Some traditions associated with high school graduation, like the gown and mortarboard, are hundreds of years old, dating to the Middle Ages, while “Pomp and Circumstance” was first played at commencement ceremonies in the early 1900s. In recent years, however, a new tradition has been added at many schools — the senior walk.
The senior walk is part parade, part graduation procession and part walk down memory lane.
Schools and districts around the country are adopting the practice, which gives high school seniors the opportunity to visit their elementary and middle schools, often wearing their caps and gowns, to show younger students what lies ahead.
Cheered on by the younger students, the seniors often stop to hug former teachers and high-five elementary schoolers. There’s plenty of time for selfies, too.
The senior walk is meaningful for students of all ages as well as for the staff, said DeeDee Baker, a principal at Bill Hasse Elementary, a Title I, high-poverty school for pre-K through fifth grade in Alvin, Texas. Seniors from Alvin High School, which is fed by Hasse Elementary, visited the school on May 20 for the third annual senior walk.
“I think what my little kids get out of it … is really looking at a future and looking at these older kids saying, ‘That could be me,’” she said. “And it’s really important for especially my kids in a Title [I] school. A lot of them may or may not have family members that have made it through high school, and so it’s important that they have that goal of graduating from high school and really seeing that and having those kids be the role models.”

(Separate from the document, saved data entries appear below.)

/** Refuses an owner or watchers who are not active members of the program. Admins own no findings. */
async function assertPeople(
  deps: Deps,
  programId: string,
  people: { ownerId?: string | null; watcherIds?: string[] },
  transaction?: Transaction,
) {
  const ids = [...(people.ownerId ? [people.ownerId] : []), ...(people.watcherIds ?? [])];
  if (!ids.length) return;
  const rows = await deps.sequelize.query<{ id: string; role: string }>(
    `SELECT u.id, u.role FROM users u JOIN program_members pm ON pm.user_id = u.id AND pm.program_id = $1
      WHERE u.id = ANY($2::uuid[]) AND u.active`,
    { bind: [programId, ids], type: QueryTypes.SELECT, transaction },
  );
  const ok = new Map(rows.map((r) => [r.id, r.role]));
  if (people.ownerId && (!ok.has(people.ownerId) || ok.get(people.ownerId) === 'admin')) {
    throw fieldError('ownerId', 'Choose an owner who works in this program.');
  }
  if ((people.watcherIds ?? []).some((id) => !ok.has(id))) {
    throw fieldError('watcherIds', 'Choose watchers who belong to this program.');
  }
}

const pastDueDate = () => fieldError('dueDate', 'Choose today or a later date.');

/** What the history keeps of a finding. */
function snapshot(f: Finding, people: Map<string, Person>, watcherIds: string[]) {
  return {
    title: f.title,
    description: f.description,
    system: f.system,
    severity: f.severity,
    status: f.status,
    rejectReason: f.rejectReason ?? null,
    owner: f.ownerId ? (people.get(f.ownerId) ?? { id: f.ownerId, name: '' }) : null,
    watchers: watcherIds.map((id) => people.get(id) ?? { id, name: '' }),
    dueDate: f.dueDate ?? null,
    assetId: f.assetId,
    checklistItemId: f.checklistItemId,
  };
}
type Snapshot = ReturnType<typeof snapshot>;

This year a graduate of Hasse was named valedictorian of the senior class, which made the moment extra special for educators who had taught her as an elementary schooler.

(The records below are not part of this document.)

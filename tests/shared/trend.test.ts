import { linearRegression } from 'simple-statistics';
import { DEFAULT_GATE } from '../../shared/schemas/assets';
import { addDays, fitLine, fitLoadTrend, forecastStage, meetsTarget, targetLoad, type LoadPoint } from '../../shared/domain/trend';

const AS_OF = new Date('2026-12-02T15:00:00Z');
const TODAY = '2026-12-02';

/** A daily series ending today: loads[i] on the day (loads.length - 1 - i) days ago. */
const daily = (loads: number[]): LoadPoint[] => loads.map((load, i) => ({ date: addDays(TODAY, i - (loads.length - 1)), load }));

describe('least-squares line', () => {
  // Anscombe, F. J. (1973), "Graphs in Statistical Analysis", The American Statistician 27(1),
  // 17-21, data set I: the paper gives the fitted line y = 3.00 + 0.500 x. Recomputed by hand:
  // n = 11, sum x = 99 (mean 9), sum y = 82.51 (mean 7.500909), Sxx = sum (x - 9)^2 = 110,
  // Sxy = sum x y - n mean(x) mean(y) = 797.60 - 742.59 = 55.01; slope = 55.01 / 110 = 0.500091,
  // intercept = 7.500909 - 0.500091 x 9 = 3.000091.
  const X = [10, 8, 13, 9, 11, 14, 6, 4, 12, 7, 5];
  const Y = [8.04, 6.95, 7.58, 8.81, 8.33, 9.96, 7.24, 4.26, 10.84, 4.82, 5.68];

  it('when Anscombe\'s data set I is fitted (Anscombe 1973, recomputed by hand), then slope 0.500091 and intercept 3.000091', () => {
    const line = fitLine(X.map((x, i) => [x, Y[i]] as const))!;
    expect(line.slope).toBeCloseTo(55.01 / 110, 10);
    expect(line.intercept).toBeCloseTo(82.51 / 11 - (55.01 / 110) * 9, 10);
    expect(line.slope).toBeCloseTo(0.5, 3);
    expect(line.intercept).toBeCloseTo(3.0, 3);
  });

  // The normal equations (any statistics textbook: slope = Sxy / Sxx, intercept = mean(y) - slope mean(x)),
  // written out here as a second implementation beside the package.
  function byHand(points: Array<[number, number]>) {
    const n = points.length;
    const mx = points.reduce((s, p) => s + p[0], 0) / n;
    const my = points.reduce((s, p) => s + p[1], 0) / n;
    const sxy = points.reduce((s, p) => s + (p[0] - mx) * (p[1] - my), 0);
    const sxx = points.reduce((s, p) => s + (p[0] - mx) ** 2, 0);
    return { slope: sxy / sxx, intercept: my - (sxy / sxx) * mx };
  }

  it.each([
    ['a falling load', [120, 118, 111, 109, 104, 99, 97, 90, 88, 84, 80, 79, 73, 70]],
    ['a rising load', [40, 42, 41, 45, 47, 46, 50, 52, 51, 55, 58, 57, 60, 61]],
    ['a flat load', [30, 30, 30, 30, 30]],
    ['a noisy load', [88, 61, 97, 70, 75, 102, 66, 59, 90, 84, 71, 77, 80, 68]],
  ])('when %s over daily snapshots is fitted, then it matches simple-statistics 7.12.1 linearRegression and the normal equations', (_name, loads) => {
    const series = daily(loads);
    const fit = fitLoadTrend(series, AS_OF)!;
    // x is days since the first day of the 14-day window.
    const start = 14 - loads.length;
    const points = loads.map((y, i) => [start + i, y] as [number, number]);
    const reference = linearRegression(points);
    expect(fit.slope).toBeCloseTo(reference.m, 10);
    expect(fit.intercept).toBeCloseTo(reference.b, 10);
    const hand = byHand(points);
    expect(fit.slope).toBeCloseTo(hand.slope, 10);
    expect(fit.intercept).toBeCloseTo(hand.intercept, 10);
    expect(fit.fromDate).toBe(addDays(TODAY, -13));
    expect(fit.toDate).toBe(TODAY);
  });

  it('when days are missing and older snapshots lie outside the window, then only the last 14 days count, at their real day offsets', () => {
    const series: LoadPoint[] = [
      { date: addDays(TODAY, -20), load: 500 },
      { date: addDays(TODAY, -13), load: 100 },
      { date: addDays(TODAY, -10), load: 90 },
      { date: addDays(TODAY, -4), load: 70 },
      { date: TODAY, load: 50 },
    ];
    const fit = fitLoadTrend(series, AS_OF)!;
    const reference = linearRegression([[0, 100], [3, 90], [9, 70], [13, 50]]);
    expect(fit.points).toBe(4);
    expect(fit.slope).toBeCloseTo(reference.m, 10);
    expect(fit.intercept).toBeCloseTo(reference.b, 10);
  });

  it('when fewer than three days are in the window, then there is no line', () => {
    expect(fitLoadTrend(daily([10, 9]), AS_OF)).toBeNull();
    expect(fitLine([[1, 2], [1, 3]])).toBeNull();
  });
});

describe('the forecast (the product\'s own threshold: the load at which the mean score reaches go)', () => {
  // Mean parts C 0.8, S 1, V 0.5 with the default weights: others = 0.32 + 0.2 + 0.05 = 0.57;
  // F* = (0.90 - 0.57) / 0.3 = 1.1 > 1: unreachable. With C 0.9: others 0.61, F* = 0.29 / 0.3 = 0.96667,
  // and for 4 assets on a budget of 20 the target load is 4 x 20 x (1 - 0.96667) = 2.6667.
  const reachable = { gate: DEFAULT_GATE, assetCount: 4, meanParts: { checklist: 0.9, findings: 0.5, software: 1, validation: 0.5 } };
  const unreachable = { ...reachable, meanParts: { ...reachable.meanParts, checklist: 0.8 } };

  it('when the target load is worked out by hand, then it matches', () => {
    expect(targetLoad(reachable)).toBeCloseTo(80 * (1 - 0.29 / 0.3), 10);
    expect(targetLoad(unreachable)).toBeNull();
    // With a go threshold of 60, C, S and V at 1 already give 70: any load will do.
    expect(targetLoad({ ...reachable, gate: { ...DEFAULT_GATE, goThreshold: 60 }, meanParts: { checklist: 1, findings: 0, software: 1, validation: 1 } })).toBe(Infinity);
    expect(targetLoad({ ...reachable, assetCount: 0, meanParts: null })).toBeNull();
  });

  it('when the load falls 5 a day from 100 to 35, then the line reaches 2.67 at x = 19.47, so on day 20 of the window, and the text says the date', () => {
    // Exactly on a line: load = 100 - 5 x (x = day in the window, today x = 13, load 35).
    const loads = Array.from({ length: 14 }, (_, i) => 100 - 5 * i);
    const f = forecastStage(daily(loads), reachable, AS_OF);
    expect(f).toMatchObject({ status: 'converging', date: addDays(TODAY, -13 + 20), points: 14, currentLoad: 35 });
    expect(f.slopePerDay).toBeCloseTo(-5, 10);
    expect(f.intercept).toBeCloseTo(100, 10);
    expect(f.text).toBe(`At this rate the stage reaches its threshold on ${addDays(TODAY, 7)}.`);
  });

  it('when the line has already crossed the target but today\'s load has not, then the date is tomorrow', () => {
    // load = 26 - 2 x down to 2 at x = 12, then today 3: the line is near 0 at x = 13, today's snapshot above 2.67.
    const loads = [...Array.from({ length: 13 }, (_, i) => 26 - 2 * i), 3];
    const f = forecastStage(daily(loads), reachable, AS_OF);
    expect(f).toMatchObject({ status: 'converging', date: addDays(TODAY, 1) });
  });

  it('when the load falls 1 a day from 40, then the date is the first whole day at or below the target', () => {
    // load = 40 - x over x = 0..13; target 2.6667 at x = 37.33, so day 38 of the window (25 days after today).
    const f = forecastStage(daily(Array.from({ length: 14 }, (_, i) => 40 - i)), reachable, AS_OF);
    expect(f).toMatchObject({ status: 'converging', date: addDays(TODAY, -13 + 38) });
  });

  it.each([
    ['rising', [10, 12, 14, 16, 18]],
    ['flat', [10, 10, 10, 10, 10]],
  ])('when the load is %s, then it is not converging', (_name, loads) => {
    expect(forecastStage(daily(loads), reachable, AS_OF)).toMatchObject({ status: 'not-converging', date: null, text: 'Not converging: the open-findings load is not falling.' });
    expect(forecastStage(daily(loads), unreachable, AS_OF).status).toBe('not-converging');
  });

  it('when the load falls but the other parts keep the stage below go, then it is unreachable by findings', () => {
    expect(forecastStage(daily([30, 25, 20, 15]), unreachable, AS_OF)).toMatchObject({ status: 'unreachable', targetLoad: null });
  });

  it('when today\'s load is already at or below the target, then it is reached', () => {
    expect(forecastStage(daily([9, 5, 2]), reachable, AS_OF)).toMatchObject({ status: 'reached', currentLoad: 2 });
  });

  it('when there are fewer than three snapshots or no assets, then it says so', () => {
    expect(forecastStage(daily([30, 20]), reachable, AS_OF).status).toBe('insufficient-data');
    expect(forecastStage(daily([30, 20, 10]), { ...reachable, assetCount: 0, meanParts: null }, AS_OF).status).toBe('no-assets');
  });

  it.each([
    [{ status: 'converging', date: '2026-12-20' }, '2026-12-20', true],
    [{ status: 'converging', date: '2026-12-21' }, '2026-12-20', false],
    [{ status: 'reached', date: null }, '2026-12-03', true],
    [{ status: 'not-converging', date: null }, '2027-06-01', false],
    [{ status: 'unreachable', date: null }, '2027-06-01', false],
    [{ status: 'insufficient-data', date: null }, '2027-06-01', null],
    [{ status: 'converging', date: '2026-12-20' }, null, null],
  ] as const)('when the forecast is %j and the target date %s, then meetsTarget is %s', (forecast, target, expected) => {
    expect(meetsTarget(forecast, target)).toBe(expected);
  });
});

“It’s a reminder for us to see where these kids can go and how far they can go,” and it inspires educators to keep up their hard work, she said.
And for the graduating seniors, there are “a lot of tears,” Baker said. It’s a chance for former students to look back and remember “all the hard work that they’ve done and the people that have been there for them and with them,” she added.
Baker said the principals in Alvin got the idea after they saw photos from a senior walk in another district shared on social media. Now, schools across the U.S. and as far as Singapore are having their own celebrations.
Zachary Moore, the salutatorian of his graduating class at McAllen Memorial High School in Texas, gave his younger counterparts much to shoot for during the district’s fourth annual senior walk on May 22. He is headed to Harvard University in the fall and was definitely feeling wistful, The Monitor reported.
“It feels like it’s only been a blink of an eye, when we were just in their shoes, and to be an inspiration to them is amazing,” Moore said.